> **How to complete this task**
Every line below between the line holding "weight = np.where(night" and the line holding "shares = np.where(night", inclusive, should be repeated exactly, and all other lines omitted.

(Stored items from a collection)
def columns_of(rows: pd.DataFrame) -> dict[str, np.ndarray]:
    spread = (rows["bmi"] - rows["bmi"].mean()) ** 2
    shown = {"age": rows["age"], "bmi": rows["bmi"], "bmi, squared distance from the mean": spread}
    shown |= {f"site: {name}": (rows["site"] == name).astype(float) for name in ("east", "north", "west")}
    return {name: column.to_numpy() for name, column in shown.items()}


def test_balance_before_is_that_of_the_rows(diagnosed):
    found, _ = diagnosed()
    night = ROWS["night_work"].to_numpy()
    expected = {name: difference(column, night) for name, column in columns_of(ROWS).items()}
    assert {row.name: row.before for row in found.balance.rows} == pytest.approx(expected, rel=1e-9)
    assert all(row.after is None for row in found.balance.rows)
    assert [one.code for one in found.balance.findings] == ["estimate-imbalance"]


def test_balance_after_weighting_uses_the_weights_of_the_exposure_model(diagnosed):
    found, _ = diagnosed(ROWS, 'way = "weighting"')
    night, (logit, _) = ROWS["night_work"].to_numpy(), propensity()
    score = 1 / (1 + np.exp(-logit))
    weight = np.where(night == 1, 1 / score, 1 / (1 - score))
    expected = {name: difference(column, night, weight) for name, column in columns_of(ROWS).items()}
    assert {row.name: row.after for row in found.balance.rows} == pytest.approx(expected, abs=1e-8)
    each = [weight[night == level] for level in (1, 0)]
    sizes = [part.sum() ** 2 / (part**2).sum() for part in each]
    assert (found.weights.effective_exposed, found.weights.effective_reference) == pytest.approx(tuple(sizes))
    shares = np.where(night == 1, night.mean(), 1 - night.mean())
    stabilised = np.sort(weight * shares)[::-1]
    assert found.weights.summary.largest == pytest.approx(stabilised[0])
    assert found.weights.summary.held_by_one_percent == pytest.approx(stabilised[:9].sum() / stabilised.sum())


def test_weights_of_a_saturated_exposure_model_balance_exactly(diagnosed):
    found, _ = diagnosed(ROWS, 'way = "weighting"', members=("site",), forms={"site": "category"})
    assert max(abs(row.before) for row in found.balance.rows) > 0.1
    assert [row.after for row in found.balance.rows] == pytest.approx([0, 0, 0], abs=1e-12)


def test_weights_of_another_way_can_be_handed_in(diagnosed, write_plan):
    plan = write_plan(ROWS, members=MEMBERS, forms=FORMS, data="rows.parquet")
    loaded = load(plan, 1)
    complete = loaded.patterns.complete(["night_work", *sorted(MEMBERS)])
    planned = estimate_effect(complete, loaded.setting, sorted(MEMBERS))
    weighted = estimate_effect(complete, loaded.setting.by("weighting", "logistic"), sorted(MEMBERS))
    found = diagnose(complete, loaded.setting, sorted(MEMBERS), planned, weights=weighted.solution.balance)
    alone, _ = diagnosed(ROWS, 'way = "weighting"')
    assert found.balance.rows == alone.balance.rows
    assert found.weights == alone.weights
    with pytest.raises(ValueError, match="3 weights"):
        diagnose(complete, loaded.setting, sorted(MEMBERS), planned, weights=np.ones(3))


def test_balance_with_sampling_weights_is_that_of_the_population_sampled_from(diagnosed):
    found, _ = diagnosed(ROWS, 'weights = "weight"')
    night, sampling = ROWS["night_work"].to_numpy(), ROWS["weight"].to_numpy()
    shown = {row.name: row.before for row in found.balance.rows}
    for name in ("site: north", "site: east"):
        assert shown[name] == pytest.approx(difference(columns_of(ROWS)[name], night, sampling=sampling), rel=1e-9)
    # of a number the sample variance has n - 1, with weights scaled to the number of people
    assert shown["age"] == pytest.approx(difference(columns_of(ROWS)["age"], night, sampling=sampling), rel=2e-3)


def test_of_two_levels_the_rarer_one_is_shown(diagnosed):
    rows = ROWS.assign(site=np.where(ROWS["site"] == "north", "north", "other"))
    found, _ = diagnosed(rows)
    assert [row.name for row in found.balance.rows if row.name.startswith("site")] == ["site: north"]


def test_strata_without_a_group_are_counted_with_their_people(diagnosed):
    rows = ROWS[~((ROWS["site"] == "west") & (ROWS["night_work"] == 0))]
    found, _ = diagnosed(rows, 'way = "standardisation"')
    west = int((rows["site"] == "west").sum())
    assert (found.positivity.strata, found.positivity.without_reference, found.positivity.without_exposed) == (3, 1, 0)
    assert found.positivity.people_without_reference == west
    codes = [one.code for one in found.findings]
    assert codes.count("estimate-positivity") == 2  # the hole, and the exposure model that it breaks


def test_an_exposure_model_that_breaks_takes_nothing_else_with_it(diagnosed):
    rows = ROWS[~((ROWS["site"] == "west") & (ROWS["night_work"] == 0))]
    found, adjusted = diagnosed(rows)
    assert adjusted.estimate is not None
    assert found.overlap is None
    assert [each.diagnostic for each in found.absent] == ["Overlap"]
    assert any(line.startswith("  Overlap: not given") for line in found.lines())
    assert all(part is not None for part in (found.balance, found.influence, found.inflation, found.outcomes))
    assert all(one.severity != "error" for one in found.findings)


def test_overlap_is_the_propensity_of_the_rows_in_bins_of_five_or_none(diagnosed):
    found, _ = diagnosed()
    score = 1 / (1 + np.exp(-propensity()[0]))
    night = ROWS["night_work"].to_numpy()
    ranges = [(score[night == level].min(), score[night == level].max()) for level in (1, 0)]
    assert found.overlap.exposed_range == pytest.approx(ranges[0])
    assert found.overlap.reference_range == pytest.approx(ranges[1])
    low, high = max(ranges[0][0], ranges[1][0]), min(ranges[0][1], ranges[1][1])
    assert found.overlap.outside == ((score < low - 1e-9) | (score > high + 1e-9)).sum()
    for level, counts in ((1, found.overlap.exposed), (0, found.overlap.reference)):
        assert sum(counts) == (night == level).sum()
        assert all(count == 0 or count >= 5 for count in counts)
        assert np.histogram(score[night == level], found.overlap.edges)[0] == pytest.approx(counts)
    written = found.to_dict()["overlap"]
    assert written["exposed_range"] == [round(end, 3) for end in ranges[0]]


def test_outcomes_per_parameter_count_the_rarer_outcome_and_all_terms(diagnosed):
    found, _ = diagnosed()
    ill = int(ROWS["diabetes"].sum())
    assert found.outcomes.outcomes == min(ill, len(ROWS) - ill)
    assert found.outcomes.parameters == 1 + 1 + 3 + 2


def test_a_quantity_has_no_outcomes_per_parameter(diagnosed):
    found, _ = diagnosed(measure="mean difference", columns={"diabetes": "glucose"})
    assert found.outcomes is None
    assert [each.diagnostic for each in found.absent] == ["Outcomes per parameter"]
    assert not [one for one in found.findings if "parameter" in one.message]


def test_the_most_influential_person_of_a_risk_is_the_one_of_the_rows(diagnosed):
    found, adjusted = diagnosed(variance="robust")
    design = np.column_stack([propensity()[1], ROWS["night_work"]])
    model = sm.GLM(ROWS["diabetes"], design, family=sm.families.Binomial()).fit(tol=1e-12)
    moved = (design @ model.cov_params().to_numpy()[-1]) * (ROWS["diabetes"] - model.fittedvalues)
    size = np.abs(moved).max() * len(ROWS) / (len(ROWS) - 1) / adjusted.estimate.standard_error
    assert found.influence.known
    assert found.influence.at_most == pytest.approx(size, rel=1e-6)


def test_bounds_hold_the_most_influential_person_where_only_sums_are_known(diagnosed):
    few = ("site",)
    found, adjusted = diagnosed(
        members=few, forms={"site": "category"}, measure="mean difference", columns={"diabetes": "glucose"}
    )
    sites = [ROWS["site"] == name for name in ("north", "west")]
    design = np.column_stack([np.ones(len(ROWS)), *sites, ROWS["night_work"]]).astype(float)
    model = sm.OLS(ROWS["glucose"], design).fit()
    moved = (design @ model.normalized_cov_params.to_numpy()[-1]) * model.resid
    size = np.abs(moved).max() * len(ROWS) / (len(ROWS) - 1) / adjusted.estimate.standard_error
    assert not found.influence.known
    assert found.influence.at_least < size < found.influence.at_most
    assert any("somewhere between" in line for line in found.lines())


def test_leaving_out_the_person_found_moves_the_estimate_that_far_up_to_leverage(diagnosed):
    rows = ROWS.assign(bmi=ROWS["bmi"] + np.linspace(0, 0.5, len(ROWS)))  # nobody shares a pattern
    rows.loc[17, ["age", "glucose"]] = (70.0, 25.0)
    forms = {"age": "linear", "bmi": "linear", "site": "category"}
    found, adjusted = diagnosed(rows, forms=forms, measure="mean difference", columns={"diabetes": "glucose"})
    assert found.influence.known
    assert found.influence.at_most > 0.5
    assert "estimate-influential" in [one.code for one in found.findings]
    design = sm.add_constant(
        pd.get_dummies(rows[["age", "bmi", "site"]], drop_first=True, dtype=float).assign(night=rows["night_work"])
    )
    shifts = []
    whole = sm.OLS(rows["glucose"], design).fit().params["night"]
    for person in (17, 18, 400):
        left = rows.index != person
        shifts.append(sm.OLS(rows["glucose"][left], design[left]).fit().params["night"] - whole)
    # what is left out to first order is the person's pull on their own fitted value (Belsley, Kuh and Welsch 1980)
    leverage = sm.OLS(rows["glucose"], design).fit().get_influence().hat_matrix_diag[17]
    exact = found.influence.at_most * (len(rows) - 1) / len(rows) / (1 - leverage)
    assert np.abs(shifts[0]) / adjusted.estimate.standard_error == pytest.approx(exact, rel=1e-6)
    assert np.argmax(np.abs(shifts)) == 0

> **Exercise response**
    weight = np.where(night == 1, 1 / score, 1 / (1 - score))
    expected = {name: difference(column, night, weight) for name, column in columns_of(ROWS).items()}
    assert {row.name: row.after for row in found.balance.rows} == pytest.approx(expected, abs=1e-8)
    each = [weight[night == level] for level in (1, 0)]
    sizes = [part.sum() ** 2 / (part**2).sum() for part in each]
    assert (found.weights.effective_exposed, found.weights.effective_reference) == pytest.approx(tuple(sizes))
    shares = np.where(night == 1, night.mean(), 1 - night.mean())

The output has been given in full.